WHAT THE TASK ASKS: Lines with the word "holds" are the ones wanted. Copy each of them from the entries below.

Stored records
_ _ _ _

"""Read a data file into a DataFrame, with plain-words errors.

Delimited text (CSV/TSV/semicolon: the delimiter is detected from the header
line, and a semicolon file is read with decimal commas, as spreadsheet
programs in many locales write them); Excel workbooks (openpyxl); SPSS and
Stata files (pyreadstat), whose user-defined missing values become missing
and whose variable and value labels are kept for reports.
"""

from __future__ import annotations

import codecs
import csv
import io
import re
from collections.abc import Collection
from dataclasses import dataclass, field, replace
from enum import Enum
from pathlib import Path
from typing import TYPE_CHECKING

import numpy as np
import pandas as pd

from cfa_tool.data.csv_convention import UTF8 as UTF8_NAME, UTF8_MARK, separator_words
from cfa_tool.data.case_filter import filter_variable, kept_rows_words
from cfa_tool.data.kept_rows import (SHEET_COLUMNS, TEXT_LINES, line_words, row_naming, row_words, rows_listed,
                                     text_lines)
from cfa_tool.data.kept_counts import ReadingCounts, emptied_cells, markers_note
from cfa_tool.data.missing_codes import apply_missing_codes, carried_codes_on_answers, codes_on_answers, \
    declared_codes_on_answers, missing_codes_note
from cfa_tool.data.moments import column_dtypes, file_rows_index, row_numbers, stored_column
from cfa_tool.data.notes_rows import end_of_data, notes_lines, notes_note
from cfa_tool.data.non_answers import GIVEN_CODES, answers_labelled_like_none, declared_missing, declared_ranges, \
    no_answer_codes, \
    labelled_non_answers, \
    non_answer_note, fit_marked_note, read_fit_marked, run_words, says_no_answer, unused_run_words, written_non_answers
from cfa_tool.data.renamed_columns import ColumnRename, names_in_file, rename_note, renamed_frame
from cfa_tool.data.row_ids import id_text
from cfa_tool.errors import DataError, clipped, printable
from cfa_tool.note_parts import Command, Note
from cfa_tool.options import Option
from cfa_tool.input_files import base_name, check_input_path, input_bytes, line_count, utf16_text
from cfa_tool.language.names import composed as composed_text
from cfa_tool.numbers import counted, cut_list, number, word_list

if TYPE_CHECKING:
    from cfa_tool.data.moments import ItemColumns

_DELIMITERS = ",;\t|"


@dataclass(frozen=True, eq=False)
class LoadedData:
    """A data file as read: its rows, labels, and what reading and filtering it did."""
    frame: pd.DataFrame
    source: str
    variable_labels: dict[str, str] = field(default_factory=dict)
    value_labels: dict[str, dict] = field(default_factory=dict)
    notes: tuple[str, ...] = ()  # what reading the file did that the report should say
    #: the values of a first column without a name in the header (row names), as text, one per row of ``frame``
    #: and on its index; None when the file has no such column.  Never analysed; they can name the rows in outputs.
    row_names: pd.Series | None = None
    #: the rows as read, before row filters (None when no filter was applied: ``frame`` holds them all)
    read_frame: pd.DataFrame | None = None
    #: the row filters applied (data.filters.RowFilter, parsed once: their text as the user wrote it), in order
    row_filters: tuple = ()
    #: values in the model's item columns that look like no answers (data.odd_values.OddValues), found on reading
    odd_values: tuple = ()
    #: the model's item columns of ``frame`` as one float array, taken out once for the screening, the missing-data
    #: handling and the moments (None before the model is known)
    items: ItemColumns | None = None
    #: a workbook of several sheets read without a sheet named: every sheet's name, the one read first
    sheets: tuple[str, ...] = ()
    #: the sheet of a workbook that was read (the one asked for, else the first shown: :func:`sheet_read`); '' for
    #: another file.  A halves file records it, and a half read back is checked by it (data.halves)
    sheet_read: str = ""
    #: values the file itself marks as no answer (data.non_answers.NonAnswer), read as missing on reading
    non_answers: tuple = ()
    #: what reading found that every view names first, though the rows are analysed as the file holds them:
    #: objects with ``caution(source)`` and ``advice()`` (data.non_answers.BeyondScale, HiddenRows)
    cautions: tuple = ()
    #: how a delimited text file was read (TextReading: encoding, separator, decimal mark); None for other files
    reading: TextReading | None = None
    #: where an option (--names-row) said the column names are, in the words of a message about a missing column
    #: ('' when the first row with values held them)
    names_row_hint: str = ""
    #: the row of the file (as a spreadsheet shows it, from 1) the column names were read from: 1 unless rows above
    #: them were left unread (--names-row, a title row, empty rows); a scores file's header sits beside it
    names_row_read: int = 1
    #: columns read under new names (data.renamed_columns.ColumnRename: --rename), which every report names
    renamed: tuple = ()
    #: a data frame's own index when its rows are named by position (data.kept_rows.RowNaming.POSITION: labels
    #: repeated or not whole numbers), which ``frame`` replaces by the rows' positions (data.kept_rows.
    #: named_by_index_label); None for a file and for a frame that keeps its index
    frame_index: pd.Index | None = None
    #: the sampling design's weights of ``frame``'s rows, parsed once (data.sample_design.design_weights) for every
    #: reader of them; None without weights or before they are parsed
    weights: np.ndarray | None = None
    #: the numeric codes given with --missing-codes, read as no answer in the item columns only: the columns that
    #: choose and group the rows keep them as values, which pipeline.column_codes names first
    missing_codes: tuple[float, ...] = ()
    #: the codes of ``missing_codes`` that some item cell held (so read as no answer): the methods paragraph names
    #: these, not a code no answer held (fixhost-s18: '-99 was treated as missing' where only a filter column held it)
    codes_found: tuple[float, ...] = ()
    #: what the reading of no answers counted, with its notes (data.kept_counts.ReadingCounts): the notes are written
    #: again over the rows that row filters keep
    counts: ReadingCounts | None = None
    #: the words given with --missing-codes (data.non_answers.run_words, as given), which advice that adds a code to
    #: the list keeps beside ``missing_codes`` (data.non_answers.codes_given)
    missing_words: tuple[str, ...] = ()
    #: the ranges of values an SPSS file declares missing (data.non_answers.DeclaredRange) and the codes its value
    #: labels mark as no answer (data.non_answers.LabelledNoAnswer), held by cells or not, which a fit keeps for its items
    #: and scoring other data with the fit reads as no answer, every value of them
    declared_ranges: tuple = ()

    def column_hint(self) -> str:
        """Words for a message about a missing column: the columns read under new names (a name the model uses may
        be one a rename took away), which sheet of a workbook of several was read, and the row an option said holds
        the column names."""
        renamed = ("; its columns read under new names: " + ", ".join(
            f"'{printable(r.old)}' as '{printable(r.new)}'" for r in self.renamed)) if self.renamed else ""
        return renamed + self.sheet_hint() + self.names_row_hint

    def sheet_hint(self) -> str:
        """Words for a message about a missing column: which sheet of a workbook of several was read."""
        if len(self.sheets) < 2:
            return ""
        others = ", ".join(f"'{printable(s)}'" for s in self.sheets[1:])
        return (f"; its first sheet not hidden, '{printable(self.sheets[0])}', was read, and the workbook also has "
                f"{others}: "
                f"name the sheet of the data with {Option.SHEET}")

_ _ _ _

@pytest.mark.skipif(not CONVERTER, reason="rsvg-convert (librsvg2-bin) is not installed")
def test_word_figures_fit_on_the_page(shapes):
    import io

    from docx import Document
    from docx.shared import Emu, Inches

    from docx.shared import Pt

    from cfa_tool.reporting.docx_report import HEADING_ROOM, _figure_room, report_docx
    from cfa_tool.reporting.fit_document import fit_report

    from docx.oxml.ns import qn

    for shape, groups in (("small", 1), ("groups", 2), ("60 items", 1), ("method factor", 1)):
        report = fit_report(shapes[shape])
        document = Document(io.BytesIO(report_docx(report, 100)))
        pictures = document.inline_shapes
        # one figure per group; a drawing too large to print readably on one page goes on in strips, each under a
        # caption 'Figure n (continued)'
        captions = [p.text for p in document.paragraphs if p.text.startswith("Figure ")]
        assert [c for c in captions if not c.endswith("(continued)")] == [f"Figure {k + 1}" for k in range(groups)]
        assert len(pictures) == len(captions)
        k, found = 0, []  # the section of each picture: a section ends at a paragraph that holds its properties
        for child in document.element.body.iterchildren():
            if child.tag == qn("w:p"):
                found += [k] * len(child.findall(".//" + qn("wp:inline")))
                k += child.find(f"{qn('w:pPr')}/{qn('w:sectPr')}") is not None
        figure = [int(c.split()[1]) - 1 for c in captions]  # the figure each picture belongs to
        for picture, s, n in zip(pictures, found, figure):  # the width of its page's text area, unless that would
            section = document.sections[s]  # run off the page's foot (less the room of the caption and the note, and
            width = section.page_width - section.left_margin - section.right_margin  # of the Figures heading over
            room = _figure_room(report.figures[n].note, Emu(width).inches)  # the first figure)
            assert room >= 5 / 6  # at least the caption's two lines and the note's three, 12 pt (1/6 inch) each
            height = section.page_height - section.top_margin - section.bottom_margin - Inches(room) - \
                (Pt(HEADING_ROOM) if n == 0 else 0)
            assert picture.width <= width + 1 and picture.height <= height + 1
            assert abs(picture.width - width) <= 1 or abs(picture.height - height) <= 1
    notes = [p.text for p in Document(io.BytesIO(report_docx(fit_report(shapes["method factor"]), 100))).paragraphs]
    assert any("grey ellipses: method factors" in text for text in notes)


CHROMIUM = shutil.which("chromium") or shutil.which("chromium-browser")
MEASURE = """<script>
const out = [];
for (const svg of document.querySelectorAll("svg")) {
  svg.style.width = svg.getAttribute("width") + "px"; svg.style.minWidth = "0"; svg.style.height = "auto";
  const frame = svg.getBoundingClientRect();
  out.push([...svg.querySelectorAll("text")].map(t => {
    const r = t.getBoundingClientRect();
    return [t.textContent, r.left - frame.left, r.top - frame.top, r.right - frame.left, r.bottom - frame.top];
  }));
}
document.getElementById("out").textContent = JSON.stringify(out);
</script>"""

_ _ _ _

RESULT:
    #: the rows as read, before row filters (None when no filter was applied: ``frame`` holds them all)
    #: what reading found that every view names first, though the rows are analysed as the file holds them:
        be one a rename took away), which sheet of a workbook of several was read, and the row an option said holds
        k, found = 0, []  # the section of each picture: a section ends at a paragraph that holds its properties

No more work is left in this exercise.